The pendulum continues to swing. The great debate has and will continue to rage on around the topic of specialization and the game of hockey.
One former pro and longtime coach had this to say about the matter.
“When is enough, enough?”
“Kids now are on the ice almost year-round, working on so called skill development.”
“When do they have time to recharge, time to get stronger, time to let the mind, body and soul recover from a long intense season?
Mind, body and soul. That doesn’t sound like something a hockey player would say, but yet I t’s so true.
“Oh, I’m just going to take a few days off and get back at it.”
That’s a commonly shared phrase around the hockey world. That “default setting” well-rehearsed phrase is being used by younger and younger players, which at the heart of the matter is a massive problem.
Perhaps this hockey lifers next quote is the scariest of all.
“Kids don’t know how to put in hundred percent effort,” they said.
“We get eighty percent of what they have because it’s just another day at the rink just like the last 365 days.”
Everyone realizes specialization is wrong on so many levels, yet the spring and summer sessions have never been busier. By no means is this attack on those programs or any programs, but this is the harsh reality of the game and the athlete.
There’s a fine and very blurred line when it comes to this topic around the game.
Everyone involved has their own unique perspective or view on the matter.
At the end of the day, it’s big business. At the end of the day, parents and players don’t want to be left behind. They don’t want to leave any stone unturned when it comes to reaching their child’s full potential. What about the player? If he or she doesn’t attend off-season workouts/sessions offered will that be held against them.
Does that mean they don’t want it anymore? Does that mean they won’t be considered when tryouts roll around? You see it’s all about development and like I’ve written thousands of times player development is critical, it’s everything really, but at what cost?
Let’s not even go down that hole or bottomless pit, but let’s be real, development opportunities throughout the season are very rare, maybe with the exception of this season given the lack of games played and more practice time due to COVID.
What about the kid rotting away with a bad or subpar coach all season long? Obviously, they need the development opportunities to get better, improve and in many ways get caught up.
The hockey world prides itself on hard work, putting in the extra work or going the extra mile, but how about we leave that up to the kid sometimes.
When it boils right down to it, parents want to give their kid the best chance to make the next level. At the heart of all of this, the instructors or companies offering the enrichment opportunities within the game want to develop kids and make some money at the same time, because obviously that’s their business. Some are truly great at what they do. Are there some programs out there that are money grabs, of course, but for the most part there are some amazing people doing amazing things when it comes to development.
Nevertheless, the biggest question that remains is what about the player? What about the kid?

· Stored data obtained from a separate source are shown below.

TEST_CASE("deuterium and tritium masses agree with CODATA nuclear masses plus an electron",
          "[core]") {
  // CODATA 2018 (from memory): A_r(d) = 2.013553212745, A_r(t) = 3.01550071621,
  // A_r(e) = 5.48579909065e-4. The atom is nucleus + electron - binding energy; 13.6 eV is
  // 1.46e-8 u. The CODATA digits quoted from memory limit the comparison to about 1e-9 u.
  constexpr double kBindingAmu = 13.6 / 931.49410242e6;  // eV / (u c^2 in eV), CODATA 2018
  constexpr double kIsotopeToleranceAmu = 1.0e-9;
  const double deuterium = 2.013553212745 + constants::kElectronMassInAmu - kBindingAmu;
  const double tritium = 3.01550071621 + constants::kElectronMassInAmu - kBindingAmu;
  CHECK(std::fabs(AtomicWeightGPerMol("D").value() - deuterium) < kIsotopeToleranceAmu);
  CHECK(std::fabs(AtomicWeightGPerMol("T").value() - tritium) < kIsotopeToleranceAmu);
}

TEST_CASE("unknown element symbols are not guessed", "[core]") {
  CHECK_FALSE(AtomicWeightGPerMol("Xx").has_value());
  CHECK_FALSE(AtomicWeightGPerMol("c").has_value());  // symbols are case-sensitive
  CHECK_FALSE(AtomicWeightGPerMol("CO").has_value());
  CHECK_FALSE(AtomicWeightGPerMol("Tc").has_value());  // no standard atomic weight
}

TEST_CASE("SHA-256 reproduces the FIPS 180-4 example messages", "[core]") {
  // NIST FIPS 180-4 examples (csrc.nist.gov "Examples with Intermediate Values", SHA-256):
  // one-block "abc", the empty message, the two-block 448-bit message; and the NIST test of
  // one million 'a'. Digests from memory, confirmed with coreutils sha256sum.
  CHECK(Sha256Hex("abc") == "ba7816bf8f01cfea414140de5dae2223b00361a396177a9cb410ff61f20015ad");
  CHECK(Sha256Hex("") == "e3b0c44298fc1c149afbf4c8996fb92427ae41e4649b934ca495991b7852b855");
  CHECK(Sha256Hex("abcdbcdecdefdefgefghfghighijhijkijkljklmklmnlmnomnopnopq") ==
        "248d6a61d20638b8e5c026930c3e6039a33ce45964ff2167f6ecedd419db06c1");
  CHECK(Sha256Hex(std::string(1000000, 'a')) ==
        "cdc76e5c9914fb9281a1c7e284d73e67f1809a48a497200e046d39ccc7112cd0");
}
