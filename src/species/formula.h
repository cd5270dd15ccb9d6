// SPDX-License-Identifier: MIT
// Chemical formulas as written in species files: "CH4", "C2H5OH", "(CH3)2CO", "HCO+", "O2-",
// "He+2". Element counts are summed per element and kept in order of first appearance.
#pragma once

#include <cstddef>
#include <optional>
#include <string>
#include <string_view>
#include <utility>
#include <vector>

namespace sevenfold {

// Most atoms of one element a formula may hold: gas-phase species in mechanisms have tens
// (common practice); the bound keeps 3N-6 and the atom total far from integer overflow.
inline constexpr int kMaxAtomsPerElement = 1000;
// Largest |charge| a formula may carry: multiply charged gas-phase ions beyond a few charges are
// outside what an ideal-gas thermo entry is used for (common practice).
inline constexpr int kMaxFormulaCharge = 20;

struct ParsedFormula {
  std::vector<std::pair<std::string, int>> counts;  // element symbol, atoms; first-seen order
  int charge = 0;                                   // in elementary charges
};

// Where and why a formula is malformed: `offset` is the 0-based byte offset of the offending
// character in the text (the text's size when something is missing at the end).
struct FormulaError {
  std::size_t offset = 0;
  std::string found;
  std::string expected;
};

// Parses `text` by the grammar of docs/species-schema.md:
//   formula := part+ charge?      part := element count? | "(" part+ ")" count?
//   element := an upper-case letter, optionally one lower-case letter, that AtomicWeightGPerMol
//              knows (D and T included)
//   count   := digits without a leading zero      charge := "+"+ | "-"+ | ("+"|"-") count
// Returns nullopt and fills *error on the first problem (also: an atom count above
// kMaxAtomsPerElement, a charge above kMaxFormulaCharge).
std::optional<ParsedFormula> ParseFormula(std::string_view text, FormulaError* error);

// The formula text of element counts and a charge, the inverse of ParseFormula for flat formulas:
// counts of 1 are omitted, a charge of +-1 is a bare sign, others sign and digits ("CO2", "NO+",
// "He+2").
std::string FormatFormula(const std::vector<std::pair<std::string, int>>& counts, int charge);

}  // namespace sevenfold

Do they have a choice or say in the matter?
What do they really want?
It’s ridiculous to think that really young Pee Wee and Bantam aged kids are playing 12 months a year.
I realize that if they really want it, they should go for it, but who’s going to stop them from training that much? The answer is no body.
The coaches love it, hell they promote it, the parents love it, the development coaches see the gains and pass that a long, but more and more players are getting burnt out.
They might not feel burnt out, but they are. By the time tryouts start for the year, these kids are completely spent and probably nursing some underlying overuse injuries.
Are the players that train all year more motivated or driven than their counterparts?
Are the players that have trained for a few weeks a summer in the gym or on the ice more motivated or driven than their counterparts when tryouts roll around?
I would like to know how the parent, coach, development/skills coach and player would answer those questions.
Now don’t get me wrong, when it comes to Major Junior or the professional ranks, players need to train like hell, they need to work, they need to maintain or improve their fitness. At that time in their lives the game is a way of life, but that still doesn’t mean they don’t need rest. That still doesn’t mean they can’t rest, recharge and find a great balance during their off-season workout/training regime.
The pendulum continues to swing, the great debate rages on.
The search for balance for some is nowhere to be found.
Everyone involved is happy with process, progression and perceived gains, but do they really know where it will end?
It’s that time of the year, it’s the offseaon.